Пьеса «Эмигранты» была написана в Славомиром Мрожеком в эмиграции в 1974 году, и основана частично на личном опыте. В пьесе всего два героя – эмигранты АА и ХХ. АА – интеллигент, политический ссыльный. ХХ – человек из народа, который приехал в другую страну на заработки, и за три года говорить на чужом языке так и не научился. Они из одной страны, и, хотя очень разные, крепко держатся друг за друга. Развитие конфликта напоминает вдох-выдох: Мрожек то сводит, то разводит АА и ХХ, они то чётко противопоставляются, то снова «склеиваются» друг с другом – мы с переменной частотой то расслабляемся, наблюдая за героями, то напрягаемся и внимательно за ними следим. Как правило, Мрожек объединяет героев для оппозиции обществу «над ними» – тем, кто спокойно живёт в своей стране, и в жизни которых герои не участвуют, а являются только невольными наблюдателями. «Над ними» – буквально, потому что герои живут в подвале и каждый день слышат через трубы всё, что происходит в доме. Общество – внесценический персонаж, абстрактный для зрителя. 

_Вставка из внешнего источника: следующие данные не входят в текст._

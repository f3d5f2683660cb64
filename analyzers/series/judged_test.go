package series

import (
	"fmt"
	"math"
	"strings"
	"testing"

	"github.com/stretchr/testify/assert"

	"dextral/rules"
)

// circling writes roll, pitch and a heading that goes round, in a unit per degree.
func circling(unit string, per, pitch float64) string {
	var text strings.Builder
	fmt.Fprintf(&text, "t_s,roll [%[1]s],pitch [%[1]s],yaw [%[1]s]\n", unit)
	for i := range 400 {
		heading := math.Remainder(float64(i)*4, 360)
		fmt.Fprintf(&text, "%.1f,%.4f,%.4f,%.4f\n", 0.1*float64(i), 20*per, pitch*per*math.Sin(float64(i)/9), heading*per)
	}
	return text.String()
}

// Angles in another unit than stated are found by what they reach and where they wrap.
func TestUnitOfAngles(t *testing.T) {
	const rad = math.Pi / 180
	for _, c := range []struct {
		unit       string
		per, pitch float64
		rules      []string
	}{
		{"deg", 1, 30, nil},
		{"rad", rad, 30, nil},
		{"rad", 1, 30, []string{rules.AngleUnitWrong}},
		{"deg", rad, 30, []string{rules.AngleUnitWrong}},
		{"rad", 1, 1, nil}, // pitch could be radians, and the others unwrapped
		{"deg", 1, 88, []string{rules.GimbalLock}},
		{"rad", rad, 88, []string{rules.GimbalLock}},
		{"deg", 1, 84, nil},
		{"deg", 1, 120, nil}, // not the middle angle of a sequence
	} {
		r := read(t, circling(c.unit, c.per, c.pitch), Options{})
		var found []string
		for _, f := range rules.CheckSeries(r.Channels[0]) {
			found = append(found, f.Rule)
		}
		assert.Equal(t, c.rules, found, "%+v", c)
	}
}

// Rows that are not finite are a warning within a log, and a note where it begins with them.
func TestRowsNotFinite(t *testing.T) {
	for row, want := range map[int]rules.Level{0: rules.Note, 7: rules.Warning} {
		text := flight("t_s,qw,qx,qy,qz\n", 40, func(i int) string {
			if i == row {
				return fmt.Sprintf("%d,nan,0,0,0", i)
			}
			return fmt.Sprintf("%d,%s", i, wxyz(i))
		})
		r := read(t, text, Options{})
		var at []rules.Level
		for _, f := range rules.CheckSeries(r.Channels[0]) {
			if f.Rule == rules.NotFinite {
				at = append(at, f.Level)
			}
		}
		assert.Equal(t, []rules.Level{want}, at, "row %d", row)
	}
}
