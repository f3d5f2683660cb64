package rules

import (
	"cmp"
	"slices"
)

// Changes matches the values of two versions of some files and explains every
// difference, in the order of the new places, removed values last. renamed gives
// the new path of a file that was renamed, by the old one.
//
// A value is the same one under the same key of the same file. What is left over
// is matched, as long as there is one candidate only, by its numbers and the last
// part of its key; by the last part of its key within the file; by its numbers
// within the file; as the only ones left under a parent; and by the whole key in
// any file.
func Changes(before, after []*Value, renamed map[string]string) []Change {
	m := matcher{before: slices.Clone(before), after: slices.Clone(after), path: map[*Value]string{}}
	for _, v := range before {
		m.path[v] = cmp.Or(renamed[v.Place.Path], v.Place.Path)
	}
	for _, v := range after {
		m.path[v] = v.Place.Path
	}
	m.sameKey()
	m.by(func(v *Value) any { return [2]string{leaf(v.Key), numbersText(v)} })
	m.by(func(v *Value) any { return [3]string{m.path[v], leaf(v.Key), v.Form.String()} })
	m.by(func(v *Value) any { return [3]string{m.path[v], numbersText(v), v.Form.String()} })
	m.by(func(v *Value) any { return [2]string{m.path[v], parent(v.Key)} })
	m.by(func(v *Value) any { return v.Key })
	slices.SortFunc(m.pairs, func(a, b [2]*Value) int { return a[1].Place.Compare(b[1].Place) })
	var list []Change
	for _, p := range m.pairs {
		c := Explain(p[0], p[1])
		c.Moved = m.path[p[0]] != p[1].Place.Path || p[0].Key != p[1].Key
		if c.Text != "" && (c.Moved || c.Text != "moved, nothing else") {
			list = append(list, c)
		}
	}
	for _, v := range m.after {
		list = append(list, Change{After: v, Effect: Added, Text: "new: " + v.Reading()})
	}
	slices.SortStableFunc(list, func(a, b Change) int { return a.After.Place.Compare(b.After.Place) })
	for _, v := range m.before {
		list = append(list, Change{Before: v, Effect: Removed, Text: "removed: " + v.Reading()})
	}
	return list
}

type matcher struct {
	before, after []*Value // not matched yet
	pairs         [][2]*Value
	path          map[*Value]string // where it stands in the new tree
}

// sameKey matches values under one key; of several, in order.
func (m *matcher) sameKey() {
	type place struct{ path, key string }
	waiting := map[place][]*Value{}
	for _, v := range m.before {
		p := place{m.path[v], v.Key}
		waiting[p] = append(waiting[p], v)
	}
	var left []*Value
	matched := map[*Value]bool{}
	for _, v := range m.after {
		p := place{v.Place.Path, v.Key}
		if list := waiting[p]; len(list) > 0 {
			m.pairs = append(m.pairs, [2]*Value{list[0], v})
			matched[list[0]] = true
			waiting[p] = list[1:]
		} else {
			left = append(left, v)
		}
	}
	m.after = left
	m.before = slices.DeleteFunc(m.before, func(v *Value) bool { return matched[v] })
}

// by matches values with equal keys where there is one on each side.
func (m *matcher) by(key func(*Value) any) {
	old, now := groups(m.before, key), groups(m.after, key)
	matched := map[*Value]bool{}
	for _, v := range m.before {
		k := key(v)
		if len(old[k]) == 1 && len(now[k]) == 1 {
			m.pairs = append(m.pairs, [2]*Value{v, now[k][0]})
			matched[v], matched[now[k][0]] = true, true
		}
	}
	m.before = slices.DeleteFunc(m.before, func(v *Value) bool { return matched[v] })
	m.after = slices.DeleteFunc(m.after, func(v *Value) bool { return matched[v] })
}

func groups(values []*Value, key func(*Value) any) map[any][]*Value {
	g := map[any][]*Value{}
	for _, v := range values {
		g[key(v)] = append(g[key(v)], v)
	}
	return g
}

func numbersText(v *Value) string {
	text := ""
	for _, n := range v.Numbers {
		text += n.Text + " "
	}
	return text
}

Тема «своих-чужих» является не основной, но сквозной в произведении. ХХ старается себя приобщить к тому обществу, в котором вынужден существовать. Например, про свой визит на вокзал он говорит: «Был один японец в пальто, должно быть нездешний», и приобщает себя к жителям страны одним только тем фактом, что может говорить о ком-то «нездешний». Но в чужой стране ХХ может оставаться только «калекой» – он хромает, когда надевает заграничные дорогие туфли, и «глухонемым» – не знает языка. ХХ даже загадывает АА загадку: «Есть, а нету», и ответ на неё – «я». В том, что ХХ есть, сомневаться не приходится, но с другой стороны, его не существует здесь для остальных. Как, впрочем, и АА, который говорит: «Живём здесь, как две бактерии в утробе некоего организма. Два чужеродных тела. Паразиты или кое-что похуже». Он тоже не спешит влиться в общество – он очень чётко отделяет себя от него: «У нас в перспективе по меньшей мере восемь часов развлечения. Их развлечения». Ближе к концу пьесы ХХ уже радикально высказывается по поводу своего отношения к иностранцам: «Не люди это» – «Нет?» – «Нет. Тут нету людей» – «Где же они, по-твоему, есть?» – «У нас». И обращается к АА: «С кем тебе ещё говорить, как не со мной? С ними? То-то и оно, что нет. <…> А земляк земляка всегда поймёт». Отчуждённые от остальных они вынуждены всё время обращаться друг к другу. Персонажи сначала кажутся типичными представителями своих классов, но даже в этой замкнутости они получают своё развитие. На основе этой разницы персонажи отдаляют себя друг от друга: «О Боже! Боже моих предков… И твоих. Порой я, правда, спрашиваю себя, действительно ли у них был общий Бог». ХХ называет АА «интеллигентом», «белоручкой», «барином», АА тоже не скупится на обвинения ХХ в недалёкости. Однако их схожесть заметна, особенно для зрителя: оба бритые, в пиджаках и галстуках, симметрично сидят за одним столом; они равны перед властью, и на условный пожар смотрят с одного положения – и как члены свиты Нерона (стоя на отдалении, потому что гореть будет у «них», а не у «нас»), и как рабы – снизу. В этот момент АА произносит фразу «И дом этот не наш, и свобода не наша». И здесь мне бы хотелось поговорить о самой главной теме пьесы – теме свободы.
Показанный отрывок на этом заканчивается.